Pede dalam Dongeng Pondik

Oleh: TARSY ASMAT

Di atas kepala bukit, matahari meloi, matanya merah membakar bumi, laut dan “Pede”.

Ombak-ombak laut sopan dan tanpa brisik membasuh hamparan pasir putih. Nafas-nafas samudra dan buih-buihnya menyambut kaki kami.

Suara para ibu tidak kami hiraukan. Meskipun terik membakar kulit-kulit, juga kami tidak perduli.

“Ini surga kami, ini tanah kami, kami melupakan semua kemabukan di sini, di surga bernama Pede.”

Ah, tak ada surga lain seindah surga kami ini.

Tetapi, siapakah yang menghidupkan Pondik kembali? Lelaki dengan jidat panjang dan muka lebar, kepalanya berisi seribu tipu muslihat telah menjadi raja atas surga kami.

Dia menjual tanah leluhurnya.

Katanya, ia adalah raja dan raja harus tunduk pada raja di atasnya.

“Bukankah ia telah kita pilih dan ia menjadi Pondik?”

Komentar para bapak sambil memecak-mecak mulut mereka ke awan-awan.

“Karena kita memilih Pondik, tidakkah kita bisa mengikat kaki dan tangannya, lalu ia kita campakan ke dalam ‘longka’ (lubang)?”

Tetapi, Pondik telah menjadi kuat dan ia memimpin dengan keras kepala.

Para tetua-tua dan mereka yang berjubah sadar, Pondik tidak hanya hikayat. Pondik sungguh hidup dan ia akan menjual surga kita.

“Kalian telah memilih Pondik! Kalian telah memilih si penjual surga”, suara asing itu membangunkan aku dan aku langsung menelpon ibuku, “Apakah surga akan dijual oleh Pondik, bu?”

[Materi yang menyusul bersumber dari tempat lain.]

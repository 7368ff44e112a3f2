"""What a case says about a section file: plain frozen data, and its own consistency checks.

The spec names the file, its units and where the axis is; which outline is which region (a DXF
layer; a STEP/IGES/BREP face by its name or number), each region's body, material and whether it
is a lining; and the curves later stages need (friction faces, load face, supports, free faces),
each chosen by a :class:`Select`.  Coordinates in a selection are section coordinates (r, z) in
mm, the ones the mesh picture shows, whatever the file's units and axis.
"""
from __future__ import annotations

import math
from dataclasses import dataclass
from pathlib import Path

import numpy as np

UNITS = {"mm": 1.0, "m": 1000.0, "inch": 25.4}      # mm per drawing unit (1 inch = 25.4 mm exactly)
ROLES = ("supported", "pressed", "floating")
DXF_SUFFIXES = (".dxf",)
CAD_SUFFIXES = (".step", ".stp", ".iges", ".igs", ".brep", ".brp")
COORDINATES = ("x", "y", "z", "-x", "-y", "-z")


@dataclass(frozen=True)
class Axis:
    """Where the axis of revolution is in the drawing.

    ``r`` and ``z`` name the drawing coordinates that give r and z ("x", "y", for STEP/IGES/BREP
    also "z"; a leading "-" when r or z grows the other way).  ``axis_at`` is the drawing coordinate
    of the axis (r = 0) along r's coordinate and ``z_at`` that of z = 0 along z's, both in drawing
    units: r = ±(u − axis_at) · scale, z = ±(v − z_at) · scale.
    """

    r: str = "x"
    z: str = "y"
    axis_at: float = 0.0
    z_at: float = 0.0


@dataclass(frozen=True)
class Select:
    """Which curves of the drawing a named face is: exactly one of

    * ``layer``: DXF: the edges that lie on the curves drawn on this layer (a face layer holds
      lines or arcs drawn over the outline edges they name);
    * ``name``: DXF: the edges on the curves of the DXF group of this name; STEP/IGES/BREP: the
      curves with this entity or physical name;
    * ``index``: STEP/IGES/BREP: the curve with this number (gmsh's tag after the import);
    * ``box``: (r_min, z_min, r_max, z_max) mm: the edges lying wholly in the box;
    * ``through``: (r, z) mm: the one curve nearest the point (within the spec's pick distance).

    ``body`` keeps only that body's edges (friction, load and support faces set it for you).
    """

    layer: str | None = None
    name: str | None = None
    index: int | None = None
    box: tuple[float, float, float, float] | None = None
    through: tuple[float, float] | None = None
    body: str | None = None

    def __post_init__(self):
        for key in ("box", "through"):
            if getattr(self, key) is not None:
                object.__setattr__(self, key, tuple(float(v) for v in getattr(self, key)))

    def kinds(self) -> list[str]:
        return [k for k in ("layer", "name", "index", "box", "through") if getattr(self, k) is not None]

    def describe(self) -> str:
        if self.layer is not None:
            text = f"layer {self.layer!r}"
        elif self.name is not None:
            text = f"the curves named {self.name!r}"
        elif self.index is not None:
            text = f"curve {self.index}"
        elif self.box is not None:
            r0, z0, r1, z1 = self.box
            text = f"the box r = {r0:g} … {r1:g}, z = {z0:g} … {z1:g} mm"
        elif self.through is not None:
            text = f"the curve through (r, z) = ({self.through[0]:g}, {self.through[1]:g}) mm"
        else:
            text = "no selection"
        return text + (f" on body {self.body}" if self.body else "")


@dataclass(frozen=True)
class BodySpec:
    name: str
    role: str                      # "supported" (held by the housing), "pressed" (carries W) or "floating"
    label: str = ""                # plain words for pictures and reports (default: the name)


@dataclass(frozen=True)
class RegionSpec:
    """One outline of the file: a DXF ``layer`` (with ``inside`` when the layer holds several), or a
    STEP/IGES/BREP face by ``label`` (its name, or one '/'-part of it), ``index`` (its number) or
    ``inside`` (the face around this (r, z) point, mm)."""

    name: str
    body: str
    youngs_modulus: float          # MPa
    poissons_ratio: float
    layer: str | None = None
    label: str | None = None
    index: int | None = None
    inside: tuple[float, float] | None = None
    lining_layers: int = 0         # > 0: a lining, meshed as a structured strip this many elements thick
    # the hot engagement's material data (the case's units: W/(m·K), kg/m³, J/(kg·K), 1/K); None when not
    # given (a case without [engagement] needs none); a lining region has the [lining] table's
    thermal_conductivity: float | None = None
    density: float | None = None
    specific_heat: float | None = None
    expansion_coefficient: float | None = None
    # the speed analysis's strengths (MPa); None when not given (a case without [speed] needs none); a lining
    # region has the [lining] table's tensile_strength and no yield_strength
    yield_strength: float | None = None
    tensile_strength: float | None = None

    def __post_init__(self):
        if self.inside is not None:
            object.__setattr__(self, "inside", tuple(float(v) for v in self.inside))


@dataclass(frozen=True)
class FaceSpec:
    name: str                      # the edge name later stages use (a 1-D physical group)
    select: Select


@dataclass(frozen=True)
class FrictionSpec:
    """A friction face pair: the curve on ``body_a`` and its mate on ``body_b`` (``select_b``, or
    the same selection), which must coincide at zero load in this version."""

    name: str                      # "s1", "s2", …
    body_a: str
    body_b: str
    select: Select
    select_b: Select | None = None
    lining_body: str | None = None   # default: the side whose region on the face is a lining
    face_a: str | None = None        # edge names, default "<name>_<body>_face"
    face_b: str | None = None

    @property
    def face_names(self) -> tuple[str, str]:
        return (self.face_a or f"{self.name}_{self.body_a}_face", self.face_b or f"{self.name}_{self.body_b}_face")


@dataclass(frozen=True)
class SectionFileSpec:
    path: Path
    units: str                     # "mm", "m" or "inch": what one drawing unit is
    axis: Axis
    bodies: tuple[BodySpec, ...]
    regions: tuple[RegionSpec, ...]
    friction: tuple[FrictionSpec, ...]
    load: FaceSpec                 # on the pressed body
    support_axial: FaceSpec        # on the supported body
    support_radial: FaceSpec
    faces: tuple[FaceSpec, ...] = ()     # further named faces (free faces for later cooling), any body
    tolerance: float = 1e-3        # mm: ends this close join, points merge, friction faces must coincide
    chord_tolerance: float = 1e-2  # mm: the largest distance between a curve and its polygon
    pick_distance: float = 0.1     # mm: how near a ``through`` point must be to its curve

    def __post_init__(self):
        object.__setattr__(self, "path", Path(self.path))
        for key in ("bodies", "regions", "friction", "faces"):
            object.__setattr__(self, key, tuple(getattr(self, key)))

    @property
    def file_kind(self) -> str:
        suffix = self.path.suffix.lower()
        return "dxf" if suffix in DXF_SUFFIXES else "cad" if suffix in CAD_SUFFIXES else ""

    @property
    def scale(self) -> float:
        return UNITS[self.units]

    def to_section(self, xyz) -> np.ndarray:
        """Drawing coordinates (k, 2 or 3), drawing units -> section (r, z) in mm (see :class:`Axis`)."""
        xyz = np.asarray(xyz, float)
        out = np.empty((len(xyz), 2))
        for col, (key, at) in enumerate(((self.axis.r, self.axis.axis_at), (self.axis.z, self.axis.z_at))):
            sign = -1.0 if key.startswith("-") else 1.0
            out[:, col] = sign * (xyz[:, "xyz".index(key.lstrip("-"))] - at) * self.scale
        return out


def spec_problems(spec: SectionFileSpec) -> list[str]:
    """One message per inconsistency of the spec itself (nothing read from the file yet)."""
    out = []
    kind = spec.file_kind
    if not kind:
        out.append(f"section file {spec.path.name}: unknown file type {spec.path.suffix!r}; allowed: "
                   f"{', '.join(DXF_SUFFIXES + CAD_SUFFIXES)}")
    elif not spec.path.is_file():
        out.append(f"section file {spec.path}: not found")
    if spec.units not in UNITS:
        out.append(f"section units = {spec.units!r}: allowed: {', '.join(map(repr, UNITS))} (say what one "
                   f"drawing unit is; nothing is guessed)")
    allowed = COORDINATES if kind == "cad" else COORDINATES[:2] + COORDINATES[3:5]
    for key in ("r", "z"):
        value = getattr(spec.axis, key)
        if value not in allowed:
            out.append(f"section axis {key} = {value!r}: allowed: {', '.join(map(repr, allowed))}")
    if spec.axis.r.lstrip("-") == spec.axis.z.lstrip("-"):
        out.append(f"section axis: r = {spec.axis.r!r} and z = {spec.axis.z!r} are the same drawing coordinate")
    for key in ("axis_at", "z_at"):
        if not math.isfinite(getattr(spec.axis, key)):
            out.append(f"section axis {key} = {getattr(spec.axis, key)}: must be a finite number")
    for key in ("tolerance", "chord_tolerance", "pick_distance"):
        value = getattr(spec, key)
        if not (math.isfinite(value) and value > 0.0):
            out.append(f"section {key} = {value}: must be > 0 mm")
    bodies = [b.name for b in spec.bodies]
    for name in sorted({b for b in bodies if bodies.count(b) > 1}):
        out.append(f"section body {name!r}: declared {bodies.count(name)} times")
    for body in spec.bodies:
        if body.role not in ROLES:
            out.append(f"section body {body.name!r}: role = {body.role!r}; allowed: {', '.join(map(repr, ROLES))}")
    for role in ("supported", "pressed"):
        count = sum(b.role == role for b in spec.bodies)
        if count != 1:
            out.append(f"section bodies: {count} {role} bodies; a section has exactly one {role} body "
                       f"({'held by the housing' if role == 'supported' else 'carrying the axial force'})")
    names = [r.name for r in spec.regions]
    for name in sorted({n for n in names if names.count(n) > 1}):
        out.append(f"section region {name!r}: declared {names.count(name)} times")
    for reg in spec.regions:
        out += _region_problems(reg, bodies, kind)
    for body in bodies:
        if not any(r.body == body for r in spec.regions):
            out.append(f"section body {body!r}: no region belongs to it")
    if not spec.friction:
        out.append("section friction: none given; a section has at least one friction face pair")
    for fr in spec.friction:
        where = f"section friction face {fr.name!r}"
        for key in ("body_a", "body_b"):
            if getattr(fr, key) not in bodies:
                out.append(f"{where}: {key} = {getattr(fr, key)!r} is not a declared body ({', '.join(bodies)})")
        if fr.body_a == fr.body_b:
            out.append(f"{where}: body_a and body_b are both {fr.body_a!r}; a friction face is between two bodies")
        if fr.lining_body is not None and fr.lining_body not in (fr.body_a, fr.body_b):
            out.append(f"{where}: lining_body = {fr.lining_body!r} is neither {fr.body_a!r} nor {fr.body_b!r}")
        for sel in (fr.select, fr.select_b):
            if sel is not None:
                out += _select_problems(sel, where, bodies, kind)
    for label, face in (("load face", spec.load), ("axial support face", spec.support_axial),
                        ("radial support face", spec.support_radial)):
        out += _select_problems(face.select, f"section {label} {face.name!r}", bodies, kind)
    for face in spec.faces:
        out += _select_problems(face.select, f"section face {face.name!r}", bodies, kind)
    every = [n for fr in spec.friction for n in fr.face_names] + \
        [f.name for f in (spec.load, spec.support_axial, spec.support_radial, *spec.faces)]
    for name in sorted({n for n in every if every.count(n) > 1}):
        out.append(f"section face name {name!r}: given to {every.count(name)} faces; each named face is one group")
    for name in sorted({n for n in every if not n}):
        out.append("section face name: empty")
    return out


def _region_problems(reg: RegionSpec, bodies, kind) -> list[str]:
    out, where = [], f"section region {reg.name!r}"
    if reg.body not in bodies:
        out.append(f"{where}: body = {reg.body!r} is not a declared body ({', '.join(bodies)})")
    if not (math.isfinite(reg.youngs_modulus) and reg.youngs_modulus > 0.0):
        out.append(f"{where}: youngs_modulus = {reg.youngs_modulus} MPa; allowed: value > 0")
    if not (math.isfinite(reg.poissons_ratio) and -1.0 < reg.poissons_ratio < 0.5):
        out.append(f"{where}: poissons_ratio = {reg.poissons_ratio}; allowed: -1 < value < 0.5")
    if not isinstance(reg.lining_layers, int) or reg.lining_layers < 0:
        out.append(f"{where}: lining_layers = {reg.lining_layers!r}; allowed: 0 (not a lining) or a whole number > 0")
    if kind == "dxf":
        if reg.layer is None:
            out.append(f"{where}: no layer; a DXF region is the closed outline on its layer")
        if reg.label is not None or reg.index is not None:
            out.append(f"{where}: label and index choose faces of a STEP/IGES/BREP file; a DXF region is chosen "
                       f"by its layer (and inside, when the layer holds several outlines)")
    elif kind == "cad":
        if reg.layer is not None:
            out.append(f"{where}: layer = {reg.layer!r}: STEP/IGES/BREP files have no layers; choose the face by "
                       f"label, index or inside")
        if reg.label is None and reg.index is None and reg.inside is None:
            out.append(f"{where}: no face chosen; give label (its name), index (its number) or inside (a point in it)")
    return out


def _select_problems(sel: Select, where, bodies, kind) -> list[str]:
    out = []
    kinds = sel.kinds()
    if len(kinds) != 1:
        out.append(f"{where}: {'no selection' if not kinds else 'both ' + ' and '.join(kinds)}; choose the curves by "
                   f"exactly one of layer, name, index, box or through")
    if sel.layer is not None and kind == "cad":
        out.append(f"{where}: layer = {sel.layer!r}: STEP/IGES/BREP files have no layers; use name, index, box or through")
    if sel.index is not None and kind == "dxf":
        out.append(f"{where}: index = {sel.index}: a DXF curve has no number; use layer, name (a DXF group), box or "
                   f"through")
    if sel.box is not None and (len(sel.box) != 4 or not all(map(math.isfinite, sel.box))
                                or sel.box[0] >= sel.box[2] or sel.box[1] >= sel.box[3]):
        out.append(f"{where}: box = {sel.box}: must be (r_min, z_min, r_max, z_max) mm with r_min < r_max and "
                   f"z_min < z_max")
    if sel.through is not None and (len(sel.through) != 2 or not all(map(math.isfinite, sel.through))):
        out.append(f"{where}: through = {sel.through}: must be a point (r, z) mm")
    if sel.body is not None and sel.body not in bodies:
        out.append(f"{where}: body = {sel.body!r} is not a declared body ({', '.join(bodies)})")
    return out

“Iya nak. Pondik menjualnya dan ia tidak mendengar suara orang tua, anak-anak dan orang-orang berjubah itu. Surga tidak ada lagi di samping rumah kita, nak. Suara laut belakangan ini terus mengaum, meronta-ronta dan makin merisaukan kami di sini. Mungkinkah leluhurmu marah, karena Pondik tidak menghormati ‘tana mbate’ (tanah kelahiran)”

“Ah, sialan kau Pondik!” teriakku.

Darahku berdesir dan tubuhku mengejang-ngejang. Kakekku tidak pernah berbohong, Pondik bukanlah dongeng sebelum tidur.

Biarlah leluhur memakan kepala Pondik yang congkak seperti keyakinan leluhurku dan leluhur Pondik.